Probably regret this, but...

brewer12345

Give me a museum and I'll fill it. (Picasso) Give me a forum ...
Joined
Mar 6, 2003
Messages
18,085
Anyone interested in a beaten down dividend payer with a long track record of div increases should take a look at Commerce Group (CGI). This is the largest auto insurer in Masssachusetts. They make a ton of money and are operated in a very conservative manner. They rightly get marked down a bit due to MA's effed up regulatory system, but this is ridculous: trading at 1.35X book at a 52 week low and they just blew out consensus EPS (again). Could it drop further? Sure; its an equity. But its cheap and well run plus pays a nice dividend.


Disclosure: I own some of this.
 
I suspect you will be disappointed. Its not volatile enough to bother shorting, and in the long run they make enough money to buy back a ton of stock if they so choose.
 
Seems you all ready made your mind up.

I knew I wasted my time chiming in.

Go buy it and good luck.

I made another 1.21% today.
 
Keep those cards and letters coming folks - killed off, I hope 3 more DRIPs today - sent certificates to my VG Brokerage account. Found three I can try direct transfer tommorrow.

I love the ying and yang of this!

The Norwegian widow needs new shoes.

heh heh heh heh heh
 
unclemick2 said:
- killed off, I hope 3 more DRIPs today - sent certificates to my VG Brokerage account. Found three I can try direct transfer tommorrow.

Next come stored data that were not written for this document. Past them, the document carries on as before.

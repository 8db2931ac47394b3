//! `transport_oxygen_content.csv`, `transport_gas_exchange.csv` and
//! `transport_temperature_correction.csv`: one check per row, its inputs
//! written `key=value;key=value`. A row is sent when the RPC returns its
//! quantity from exactly the inputs the row gives (or, where the RPC needs
//! an input the quantity does not depend on, with that input stated in the
//! case's note); otherwise it is listed as not run, with the reason.

use std::collections::BTreeMap;

use serde_json::{json, Map, Value};

use super::{equals, number, quantity, Row, RowOutcome, TableReader};
use crate::verify::case::{Check, Want};

/// The columns of the three transport tables.
const COLUMNS: &[&str] = &["check", "inputs", "expected", "tolerance", "unit"];

/// `transport_oxygen_content.csv`.
pub(crate) const OXYGEN_CONTENT: TableReader = TableReader {
    file: "transport_oxygen_content.csv",
    columns: COLUMNS,
    read: oxygen_content,
    batch: None,
};

/// `transport_gas_exchange.csv`.
pub(crate) const GAS_EXCHANGE: TableReader = TableReader {
    file: "transport_gas_exchange.csv",
    columns: COLUMNS,
    read: gas_exchange,
    batch: None,
};

/// `transport_temperature_correction.csv`.
pub(crate) const TEMPERATURE_CORRECTION: TableReader = TableReader {
    file: "transport_temperature_correction.csv",
    columns: COLUMNS,
    read: temperature_correction,
    batch: None,
};

/// A row's check name, inputs, expected value and tolerance.
struct TransportRow {
    check: String,
    inputs: BTreeMap<String, f64>,
    expected: f64,
    tolerance: f64,
    unit: Option<String>,
}

impl TransportRow {
    fn read(row: &Row) -> Result<Self, String> {
        let mut inputs = BTreeMap::new();
        for pair in row.text("inputs").unwrap_or("").split(';') {
            if pair.trim().is_empty() {
                continue;
            }
            let (key, value) = pair
                .split_once('=')
                .ok_or_else(|| format!("input `{pair}` is not key=value"))?;
            let value: f64 = value
                .trim()
                .parse()
                .map_err(|_| format!("input `{pair}`: not a number"))?;
            inputs.insert(key.trim().to_owned(), value);
        }
        Ok(Self {
            check: row.text("check").ok_or("column check is empty")?.to_owned(),
            inputs,
            expected: row.required("expected")?,
            tolerance: row.required("tolerance")?,
            unit: row.text("unit").map(str::to_owned),
        })
    }

    /// The input `key`, which the check needs.
    fn input(&self, key: &str) -> Result<f64, String> {
        self.inputs
            .get(key)
            .copied()
            .ok_or_else(|| format!("{}: input {key} is missing", self.check))
    }

    /// Whether every input is one of `known`: a row with an input the
    /// request cannot carry is not sent.
    fn unknown_input(&self, known: &[&str]) -> Option<&str> {
        self.inputs
            .keys()
            .map(String::as_str)
            .find(|k| !known.contains(k))
    }

    /// The value check at `path` (a Quantity's `.value`, or a plain
    /// number), with the unit check where the row names a unit and the
    /// response carries one.
    fn checks(&self, path: &str) -> Vec<Check> {
        match path.strip_suffix(".value") {
            Some(quantity_path) => {
                let mut checks = vec![number(path, self.expected, self.tolerance)];
                if let Some(unit) = &self.unit {
                    checks.push(equals(&format!("{quantity_path}.unit"), json!(unit)));
                }
                checks
            }
            None => vec![Check {
                path: path.to_owned(),
                want: Want::Number {
                    value: self.expected,
                    tolerance: self.tolerance,
                },
            }],
        }
    }
}

fn not_run(check: &str, why: &str) -> Result<RowOutcome, String> {
    Ok(RowOutcome::NotRun(format!("{check}: {why}")))
}

/// A blood sample: measured saturation `s_key`, PO2 `po2_key`.
fn sample(row: &TransportRow, s_key: &str, po2_key: &str) -> Result<Map<String, Value>, String> {
    let mut sample = Map::new();
    sample.insert("saturationFraction".to_owned(), json!(row.input(s_key)?));
    sample.insert("po2".to_owned(), quantity(row.input(po2_key)?, "mm[Hg]"));
    Ok(sample)
}

fn oxygen_content(row: &Row) -> Result<RowOutcome, String> {
    let row = TransportRow::read(row)?;
    let path = match row.check.as_str() {
        "arterial_content"
        | "arterial_content_default_functional"
        | "venous_content"
        | "content_functional_with_dyshemoglobins" => "arterialContent.value",
        "delivery" => "delivery.value",
        "consumption" => "consumption.value",
        "extraction" => "extractionFraction",
        "arteriovenous_difference" => "arteriovenousDifference.value",
        "capacity" => {
            return not_run(
                &row.check,
                "the RPC needs an arterial sample, which the row does not give",
            )
        }
        "fractional_from_functional"
        | "dissolved_per_kpa"
        | "solubility_si_as_conventional"
        | "content_si"
        | "flow_si" => {
            return not_run(
                &row.check,
                "a constant or conversion inside the engine; the shared vectors check its use",
            )
        }
        other => {
            return not_run(
                other,
                "this build of oxbind verify does not know this check",
            )
        }
    };
    if let Some(unknown) =
        row.unknown_input(&["hb", "s", "po2", "k", "sv", "pv", "co", "cohb", "methb"])
    {
        return Err(format!("{}: input {unknown} is not understood", row.check));
    }
    let mut arterial = sample(&row, "s", "po2")?;
    for key in ["cohb", "methb"] {
        if let Some(value) = row.inputs.get(key) {
            arterial.insert(key.to_owned(), quantity(*value, "1"));
        }
    }
    let mut request = Map::new();
    request.insert("hemoglobin".to_owned(), quantity(row.input("hb")?, "g/dL"));
    request.insert("arterial".to_owned(), Value::Object(arterial));
    if row.inputs.contains_key("sv") {
        request.insert(
            "venous".to_owned(),
            Value::Object(sample(&row, "sv", "pv")?),
        );
    }
    if let Some(co) = row.inputs.get("co") {
        request.insert("cardiacOutput".to_owned(), quantity(*co, "L/min"));
    }
    if let Some(k) = row.inputs.get("k") {
        request.insert("hufnerFactorMlPerG".to_owned(), json!(k));
    }
    let note = (row.check == "venous_content").then(|| {
        "the venous sample's values sent as the arterial sample: the content equation is the same \
         for any sample"
            .to_owned()
    });
    Ok(RowOutcome::Case {
        rpc: "OxygenTransportService/OxygenContent",
        request: Value::Object(request),
        checks: row.checks(path),
        note,
    })
}

fn gas_exchange(row: &Row) -> Result<RowOutcome, String> {
    let row = TransportRow::read(row)?;
    let path =
        match row.check.as_str() {
            "alveolar_body_temperature" => "alveolarPo2.value",
            "pf_ratio" => "pao2Fio2Ratio",
            "oxygenation_index" => "oxygenationIndex",
            "oxygen_saturation_index" => "oxygenSaturationIndex",
            "imputed_pao2" | "imputed_pao2_not_valid" => "imputedPao2.value",
            "imputed_pf_ratio" => "imputedPao2Fio2Ratio",
            "sf_ratio" => "spo2Fio2Ratio",
            "water_vapour" | "paco2_factor" => {
                return not_run(&row.check, "an intermediate value inside the engine")
            }
            "alveolar_simplified" | "alveolar_full" | "alveolar_abbreviated" => return not_run(
                &row.check,
                "the row fixes PH2O at 47 mm[Hg]; the service takes the water-vapour pressure at \
                 body temperature",
            ),
            "end_capillary_content" | "shunt" | "a_a_gradient" => {
                return not_run(
                    &row.check,
                    "the row gives the alveolar PO2; the service computes it from FiO2 and PaCO2",
                )
            }
            other => {
                return not_run(
                    other,
                    "this build of oxbind verify does not know this check",
                )
            }
        };
    if let Some(unknown) =
        row.unknown_input(&["fio2", "pb", "t", "paco2", "r", "pao2", "map", "spo2"])
    {
        return Err(format!("{}: input {unknown} is not understood", row.check));
    }
    let mut request = Map::new();
    let mut note = None;
    match row.inputs.get("fio2") {
        Some(fio2) => {
            request.insert("fio2".to_owned(), quantity(*fio2, "1"));
        }
        None => {
            // FiO2 is required by the RPC; the quantity checked does not
            // depend on it.
            request.insert("fio2".to_owned(), quantity(0.21, "1"));
            note = Some(
                "FiO2 0.21 added: the RPC requires it, and the imputed PaO2 does not depend on it"
                    .to_owned(),
            );
        }
    }
    let quantities = [
        ("pb", "barometricPressure", "mm[Hg]"),
        ("t", "bodyTemperature", "Cel"),
        ("paco2", "paco2", "mm[Hg]"),
        ("pao2", "pao2", "mm[Hg]"),
        ("map", "meanAirwayPressure", "cm[H2O]"),
    ];
    for (key, field, unit) in quantities {
        if let Some(value) = row.inputs.get(key) {
            request.insert(field.to_owned(), quantity(*value, unit));
        }
    }
    if let Some(r) = row.inputs.get("r") {
        request.insert("respiratoryQuotient".to_owned(), json!(r));
    }
    if let Some(spo2) = row.inputs.get("spo2") {
        request.insert("spo2Fraction".to_owned(), json!(spo2));
    }
    let mut checks = row.checks(path);
    if row.check == "imputed_pao2_not_valid" {
        checks.push(Check {
            path: "warnings".to_owned(),
            want: Want::Contains(json!({"code": "WARNING_CODE_IMPUTATION_NOT_VALID"})),
        });
    }
    Ok(RowOutcome::Case {
        rpc: "OxygenTransportService/GasExchange",
        request: Value::Object(request),
        checks,
        note,
    })
}

fn temperature_correction(row: &Row) -> Result<RowOutcome, String> {
    let row = TransportRow::read(row)?;
    let (path, field, unit) = match row.check.as_str() {
        "ph" => ("ph", "ph", None),
        "pco2_nunn" => ("pco2.value", "pco2", Some("mm[Hg]")),
        "po2_integrated" => ("po2.value", "po2", Some("mm[Hg]")),
        "ph_constant_coefficient" => {
            return not_run(
                &row.check,
                "a pH correction without the 0.0065 term; the service applies the full formula",
            )
        }
        "pco2_bradley" => {
            return not_run(
                &row.check,
                "Bradley's coefficient 0.0185; the service uses Nunn's 0.019",
            )
        }
        "po2_single_step" => {
            return not_run(
                &row.check,
                "Severinghaus Eq. 3 in one step; the service integrates it",
            )
        }
        "po2_log10_form_coefficient" | "po2_eq3_over_ln10" => {
            return not_run(&row.check, "a coefficient inside the engine")
        }
        other => {
            return not_run(
                other,
                "this build of oxbind verify does not know this check",
            )
        }
    };
    if let Some(unknown) = row.unknown_input(&["ph", "pco2", "po2", "from", "to"]) {
        return Err(format!("{}: input {unknown} is not understood", row.check));
    }
    let mut request = Map::new();
    match unit {
        None => {
            request.insert(field.to_owned(), json!(row.input(field)?));
        }
        Some(unit) => {
            request.insert(field.to_owned(), quantity(row.input(field)?, unit));
        }
    }
    request.insert(
        "measuredTemperature".to_owned(),
        quantity(row.input("from")?, "Cel"),
    );
    request.insert(
        "targetTemperature".to_owned(),
        quantity(row.input("to")?, "Cel"),
    );
    // A plain number (pH) gets its value check alone: the table's unit
    // `pH` is not a field of the answer.
    Ok(RowOutcome::Case {
        rpc: "DissociationService/CorrectForTemperature",
        request: Value::Object(request),
        checks: row.checks(path),
        note: None,
    })
}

Seling the DRIPs, Oh no! Isn't that like burning the furniture to keep warm? Eating the seed corn? ..........
 
Seling the DRIPs, Oh no! Isn't that like burning the furniture to keep warm? Eating the seed corn? ..........

I hope mick is just consolidating and not selling them off. Let's see, I know XOM was one. what others are going to the woodshed?
 
brewer, I'm listening. What do you think the chances of bk is?  I have happily waited on a stock that's gone down until I was in the black again, but to lose it all would make me sad.  :'(

EDIT: withdrawing statement about bk.  Wow, I wasn't expecting it to be $50/share.  Even if the fundamentals don't support it, there is still a lot of irrationally motivated downside.  I will due my DD, though.

EDIT #2

Growth Est CGI Industry Sector S&P 500
Current Qtr. -12.4% 5.3% 2.5% 11.3%
Next Qtr. N/A 3.1% 7.3% 7.5%
This Year 9.7% 67.9% 16.0% 12.6%
Next Year -15.7% 7.2% 9.6% 9.5%


So they have a good price to book ratio, but this negative growth thing looks a little worrysome, what's your take on how they turn that around?
 
Wizard said:
Seems you all ready made your mind up.

I knew I wasted my time chiming in. 

Go buy it and good luck. 

I made another 1.21% today. 

Actually, I am happy to hear what you have to say. Don't take your toys and go away.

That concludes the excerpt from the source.